Retype, word for word, every line of the records below starting at the one that contains "on the CDN or" and ending at the one that contains "the tile attribution, the"; include both of those lines and nothing more.
╔══
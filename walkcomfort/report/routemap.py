"""The HTML route map: predicted comfort along planned routes, per scheme and departure.

:func:`route_map` turns the per-point prediction table of :mod:`walkcomfort.routes`
(see DEVELOPERS.md, "Per-point prediction table") into a :class:`folium.Map` with

- one layer per scheme × departure, the route drawn as segments coloured by the
  predicted comfort class (palette in :mod:`walkcomfort.report.palette`),
- optional overlays "Colour routes by UTCI band" and "... by shade": one switch each that
  recolours whichever scheme × departure layers are shown (so the layer list stays short
  with many departures),
- optional scene layers (buildings, trees, canopies as drawn in each scheme; added,
  changed and removed features have their own outlines),
- for recorded walks: the track, the votes as markers and a layer of grid cells showing
  where the model's predictions disagree with the votes,

with popups (local time, class probabilities, UTCI, Tmrt, shade, top reasons) and a
legend. :func:`write_map` writes it as one HTML file, linked to Leaflet on the CDN or
with Leaflet inlined (``offline=True``, see :mod:`walkcomfort.report.offline`).

Safety of user text
-------------------
Participants type vote notes; anyone can name a scheme. No such string is ever
written into the page as HTML: the data travel as JSON (with ``<``, ``>``, ``&`` and the
JavaScript line separators escaped, so nothing can close the ``<script>``), and the
popups, tooltips and legend are built with DOM calls that set ``textContent``. The only
strings Leaflet itself puts into the page as HTML (layer names in the layer control,
the tile attribution, the page title) are HTML-escaped first. On top of that the page
carries a Content-Security-Policy that allows only its own inline scripts (by SHA-256
hash) and, when linked, Leaflet from the CDN, so an injected handler could not run even
if an escape were missed.

Size
----
Coordinates are rounded (``decimals=5``, about 1 m) and each run of points is simplified
(Ramer–Douglas–Peucker in the local metric frame, ``simplify_m``) while every point where
a colour changes is kept; the three colourings of a scheme × departure share one copy of
the data (the UTCI and shade colourings are drawn in the browser only when switched on). :func:`write_map` warns with :class:`MapSizeWarning` above a size budget.
"""

from __future__ import annotations

import base64
import hashlib
import html as html_lib
import json
import math
import os
import re
import warnings
from collections.abc import Iterable, Mapping, Sequence
from dataclasses import dataclass
from pathlib import Path
from typing import Any
from urllib.parse import urlsplit

import numpy as np
import pandas as pd

from walkcomfort import columns as C
from walkcomfort._io import atomic_write_text
from walkcomfort.errors import DataQualityWarning, InputError
from walkcomfort.report import offline as _offline
from walkcomfort.report import palette as P

# Names of the per-point prediction table (DEVELOPERS.md contract, owner walkcomfort.routes).
ROUTE_ID = "route_id"
SCHEME = "scheme"
DEPARTURE = "departure"
COMFORT_CLASS = "comfort_class"
PREDICTOR = "predictor"
REASONS = "reasons"
PROBA = tuple(f"p_{c}" for c in C.COMFORT_CLASSES)

LAYER_KINDS = ("comfort", "utci", "shade", "scene", "votes", "errors", "network")
# overlays that recolour the shown route layers (one switch each, not one layer per walk)
MODE_LABELS = {"utci": "Colour routes by UTCI band", "shade": "Colour routes by shade"}
DEFAULT_LAYERS = ("comfort", "utci", "shade", "scene", "votes", "errors", "network")
DEFAULT_SIZE_BUDGET_BYTES = 5_000_000
MAX_WALK_LAYERS = 6  # more recorded walks than this share one votes layer
SHADE_BINS = 5

CAUTION = ("Estimates for discussing design options, not a guarantee of heat safety. "
           "Follow local heat-health guidance, occupational-health advice and codes; "
           "design decisions rest with licensed professionals.")


ERRORS_NOTE = ("Cells group the votes of recorded walks; if those walks trained the model, these are "
               "in-sample errors and look smaller than on new walkers.")
ERRORS_NOTE_HELD_OUT = ("Cells group the votes of recorded walks, each predicted by a model that never saw "
                        "that walker (the fit's walker-grouped cross-validation): what to expect on new walkers.")
ERROR_SOURCES = ("in-sample", "held-out")

NETWORK_NOTE = ("Street segments: hours in the batch's time range, each hour a short walk along the "
                "segment with no exposure before it; estimates for comparing schemes, not heat safety.")
NETWORK_BINS = 5
NETWORK_COLOURINGS = ("auto", "hours")
# hours a segment's change must reach to count as a change (the layer files keep 2 decimals)
NETWORK_NO_CHANGE_H = 0.005
NETWORK_MIN_CHANGE_SCALE_H = 1.0  # [h] smallest full scale of the change colouring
╚══
> [Solution below]
legend. :func:`write_map` writes it as one HTML file, linked to Leaflet on the CDN or
with Leaflet inlined (``offline=True``, see :mod:`walkcomfort.report.offline`).

Safety of user text
-------------------
Participants type vote notes; anyone can name a scheme. No such string is ever
written into the page as HTML: the data travel as JSON (with ``<``, ``>``, ``&`` and the
JavaScript line separators escaped, so nothing can close the ``<script>``), and the
popups, tooltips and legend are built with DOM calls that set ``textContent``. The only
strings Leaflet itself puts into the page as HTML (layer names in the layer control,
the tile attribution, the page title) are HTML-escaped first. On top of that the page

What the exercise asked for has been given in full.